Ce n’est pas une anecdote isolée. C’est la radiographie douloureuse d’une institution qui vacille, dans un État qui aspire à intégrer le club des pays à revenus intermédiaires à l’horizon 2030. Dans cinq petites années seulement. La lettre en question cristallise un symptôme : celui d’un mal profond qui interpelle autant les familles que les autorités. Les enseignants que les élèves.
La menace n’est plus une métaphore. C’est la terrible réalité qui donne froid dans le dos. S.N., professeur de mathématiques en poste au collège municipal de Zikisso et membre du secrétariat du centre d’examen, a vu son domicile attaqué à coups de pierres et de bouteilles, après avoir été accusé d’avoir empêché des candidats de tricher lors des épreuves du baccalauréat !

Indignation ?

Une lettre manuscrite contenant des menaces explicites a été retrouvée à son domicile, selon une information relayée sur les réseaux sociaux par Niamien Sarkozy, secrétaire général national du CONAPEPSCI. Cet acte, au-delà de l’indignation légitime qu’il pourrait susciter, soulève une question fondamentale : comment en est-on arrivé là ?
Faudrait-il s’en étonner ou être surpris que des apprenants revendiquent ouvertement le droit de tricher ? Peut-être. Mais de quoi cette attitude et ces comportements déviants sont-ils le reflet ?
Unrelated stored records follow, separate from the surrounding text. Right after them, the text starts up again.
import { computed, inject, Injectable, signal } from '@angular/core';
import type { alertRoutes, Rule } from '#shared/contract/alerts';
import type { peopleRoutes, Person } from '#shared/contract/people';
import type { Room, RoomMeasures, roomRoutes, RoomSeries } from '#shared/contract/rooms';
import type { Sensor, sensorRoutes } from '#shared/contract/sensors';
import { Api } from '../../core/api/api';
import { Loadable } from '../../core/api/loadable';
import { Session } from '../../core/session/session';
import { StudioClock } from '../../core/time/studio-clock';
import { type Period, span } from './period';

/** What the page of one room shows beside its live state. */
@Injectable()
export class RoomStore {
  private readonly api = inject(Api);
  private readonly session = inject(Session);
  private readonly clock = inject(StudioClock);
  private readonly writablePeriod = signal<Period>({ kind: '24h' });
  private readonly writableShown = signal({ from: 0, to: 0 });
  private readonly loadedSeries = new Loadable<RoomSeries>();
  private readonly loadedMeasures = new Loadable<RoomMeasures>();
  private readonly loadedSensors = new Loadable<readonly Sensor[]>();
  private readonly loadedRules = new Loadable<readonly Rule[]>();
  private readonly loadedRooms = new Loadable<readonly Room[]>();
  private readonly loadedPeople = new Loadable<readonly Person[]>();
  private readonly place = signal<{ readonly studioId: string; readonly roomId: string } | null>(null);

  readonly period = this.writablePeriod.asReadonly();
  /** Ends of the period as last loaded, epoch ms. */
  readonly shown = this.writableShown.asReadonly();
  readonly series = this.loadedSeries.value;
  readonly seriesFault = this.loadedSeries.fault;
  readonly seriesLoading = this.loadedSeries.loading;
  readonly measures = this.loadedMeasures.value;
  readonly measuresFault = this.loadedMeasures.fault;
  readonly rules = this.loadedRules.value;
  readonly people = this.loadedPeople.value;
  readonly sensorsFault = this.loadedSensors.fault;
  /** Sensors of this room, those in use first. */
  readonly sensors = computed(() =>
    this.loadedSensors
      .value()
      ?.filter((sensor) => sensor.roomId === this.place()?.roomId)
      .sort((a, b) => Number(a.retired) - Number(b.retired) || a.name.localeCompare(b.name)),
  );
  readonly notes = computed(
    () => this.loadedRooms.value()?.find((room) => room.id === this.place()?.roomId)?.notes ?? '',
  );

  /** Shows a room; what another room showed is forgotten. */
  open(studioId: string, roomId: string): void {
    this.place.set({ studioId, roomId });
    this.loadedSeries.clear();
    this.loadedMeasures.clear();
    this.loadedRules.clear();
    this.loadPeriod();
    const params = { studioId };
    void this.loadedRooms.load(() =>
      this.api.call<typeof roomRoutes.list>('GET', '/api/studios/:studioId/rooms', { params }),
    );
    if (this.session.may('sensors.read', studioId)) this.loadSensors();
    if (this.session.may('rules.read', studioId)) {
      void this.loadedRules.load(() =>
        this.api.call<typeof alertRoutes.rules>('GET', '/api/studios/:studioId/rooms/:roomId/rules', {
          params: { studioId, roomId },
        }),
      );
    }
    if (this.session.mayAnywhere('people.read')) {
      void this.loadedPeople.load(() => this.api.call<typeof peopleRoutes.list>('GET', '/api/people'));
    }
  }

  choose(period: Period): void {
    this.writablePeriod.set(period);
    this.loadPeriod();
  }

  /** Loads series and measures of the period anew; one that ends now moves on. */
  loadPeriod(): void {
    const place = this.place();
    if (!place) return;
    const { from, to } = span(this.writablePeriod(), this.clock.now());
    this.writableShown.set({ from, to });
    const query = { from: new Date(from).toISOString(), to: new Date(to).toISOString() };
    void this.loadedSeries.load(() =>
      this.api.call<typeof roomRoutes.series>('GET', '/api/studios/:studioId/rooms/:roomId/series', {
        params: place,
        query,
      }),
    );
    void this.loadedMeasures.load(() =>
      this.api.call<typeof roomRoutes.measures>('GET', '/api/studios/:studioId/rooms/:roomId/measures', {
        params: place,
        query,
      }),
    );
  }

  loadSensors(): void {
    const place = this.place();
    if (!place) return;
    void this.loadedSensors.load(() =>
      this.api.call<typeof sensorRoutes.list>('GET', '/api/studios/:studioId/sensors', {
        params: { studioId: place.studioId },
      }),
    );
  }
}
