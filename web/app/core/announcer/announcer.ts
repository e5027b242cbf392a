import { DOCUMENT, inject, Injectable } from '@angular/core';

/** Says things to screen readers that the eye sees change by itself. */
@Injectable({ providedIn: 'root' })
export class Announcer {
  private readonly document = inject(DOCUMENT);
  private readonly polite = this.region('polite');
  private readonly assertive = this.region('assertive');

  /** Says a sentence when the reader pauses. */
  say(sentence: string): void {
    speak(this.polite, sentence);
  }

  /** Says a sentence at once; for what cannot wait. */
  interrupt(sentence: string): void {
    speak(this.assertive, sentence);
  }

  private region(politeness: 'polite' | 'assertive'): HTMLElement {
    const region = this.document.createElement('div');
    region.className = 'sr-only';
    region.setAttribute('aria-live', politeness);
    region.setAttribute('aria-atomic', 'true');
    this.document.body.append(region);
    return region;
  }
}

function speak(region: HTMLElement, sentence: string): void {
  // The same sentence twice is only heard twice when the text differs.
  region.textContent = region.textContent === sentence ? `${sentence}\u00a0` : sentence;
}
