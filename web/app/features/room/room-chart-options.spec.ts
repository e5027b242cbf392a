import type { RoomSeries, SeriesPoint } from '#shared/contract/rooms';
import { studioFormats } from '../../core/time/studio-formats';
import { niceRange } from './room-chart-axes';
import { pointWords, withGaps } from './room-chart-options';

const point = (at: string, over: Partial<SeriesPoint> = {}): SeriesPoint => ({
  at,
  t: 20.5,
  tMin: 19.8,
  tMax: 21.4,
  rh: 52,
  rhMin: 50,
  rhMax: 55,
  dewPoint: 10.3,
  ...over,
});
const series = (points: SeriesPoint[], stepMinutes = 10): RoomSeries => ({
  stepMinutes,
  points,
  band: { low: 18, high: 24 },
  frostingLimits: [],
  marks: [],
});

describe('the chart of a room', () => {
  it('draws a gap where points are missing', () => {
    const points = [
      point('2026-05-04T10:00:00.000Z'),
      point('2026-05-04T10:10:00.000Z'),
      point('2026-05-04T11:00:00.000Z'),
    ];
    const drawn = withGaps(series(points));
    expect(drawn.map(({ t }) => t)).toEqual([20.5, 20.5, null, 20.5]);
    expect(drawn[2]?.at).toBe('2026-05-04T10:20:00.000Z');
  });

  it('leaves points that follow each other alone', () => {
    const points = [point('2026-05-04T10:00:00.000Z'), point('2026-05-04T11:00:00.000Z')];
    expect(withGaps(series(points, 60))).toEqual(points);
  });

  it('chooses round axes that hold every value', () => {
    expect(niceRange([17.2, 26.3], 5)).toEqual({ min: 16, max: 28, interval: 2 });
    expect(niceRange([46, 58], 2)).toEqual({ min: 40, max: 60, interval: 10 });
    expect(niceRange([20, 20], 5)).toEqual({ min: 20, max: 21, interval: 1 });
    expect(niceRange([-8, 31], 5)).toEqual({ min: -10, max: 40, interval: 10 });
  });

  it('tells a point in words, with its range only when it stands for more than ten minutes', () => {
    const formats = studioFormats('Europe/Lisbon', 'C');
    expect(pointWords(point('2026-05-04T10:00:00.000Z'), 60, formats)).toEqual([
      'Mon 4 May 11:00',
      '20.5\u00a0°C (19.8 to 21.4)',
      '52\u00a0% humidity (50 to 55)',
      'dew point 10.3\u00a0°C',
    ]);
    expect(pointWords(point('2026-05-04T10:00:00.000Z', { rh: null, dewPoint: null }), 10, formats)).toEqual([
      'Mon 4 May 11:00',
      '20.5\u00a0°C',
    ]);
    expect(
      pointWords(point('2026-05-04T10:00:00.000Z', { t: null, rh: null, dewPoint: null }), 10, formats),
    ).toEqual(['Mon 4 May 11:00', 'no reading']);
  });
});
Lorsque des hauts fonctionnaires prospèrent dans la corruption et le faux, que certains ministres de la République s’illustrent davantage par des invectives que par l’exemplarité, il serait illusoire d’attendre de la jeunesse qu’elle respecte des principes que l’élite elle-même piétine allègrement. On récolte les citoyens qu’on a semés. Sans éducation au civisme et à la citoyenneté, les fondations mêmes de la République se fragilisent. C’est sociologique. La société se pérennise par reproduction. Et sans rupture de ce cycle, les mêmes dérives se perpétuent.

État des lieux

Avant d’exhorter à la paix et à la discipline, il faudrait déjà savoir ce qu’on enseigne et pourquoi. Or, aujourd’hui, et de manière objective, quelle est la politique éducative en Côte d’Ivoire ?
À chacun de dresser l’état des lieux. Une politique éducative cohérente découle d’un véritable projet de société, structuré, financé, assumé.

Elle ne peut être une promesse de campagne éphémère, mais doit reposer sur des engagements durables et mesurables. L’avenir de la jeunesse ne devrait pas se construire dans des écoles délabrées, des salles de classe surpeuplées, avec des enseignants souvent sous-payés, démotivés, et pour certains, marginalisés — sans faire injure aux nombreux enseignants qui, malgré tout, tiennent debout la flamme du savoir.

Comment produire des résultats de qualité quand tant de personnels éducatifs peinent à s’affranchir du minimum vital ? Comment espérer former des esprits respectueux de l’autorité, de l’ordre, de la discipline et de l’intérêt général dans des conditions aussi hostiles à la pédagogie ?
Poser la question, c’est y répondre.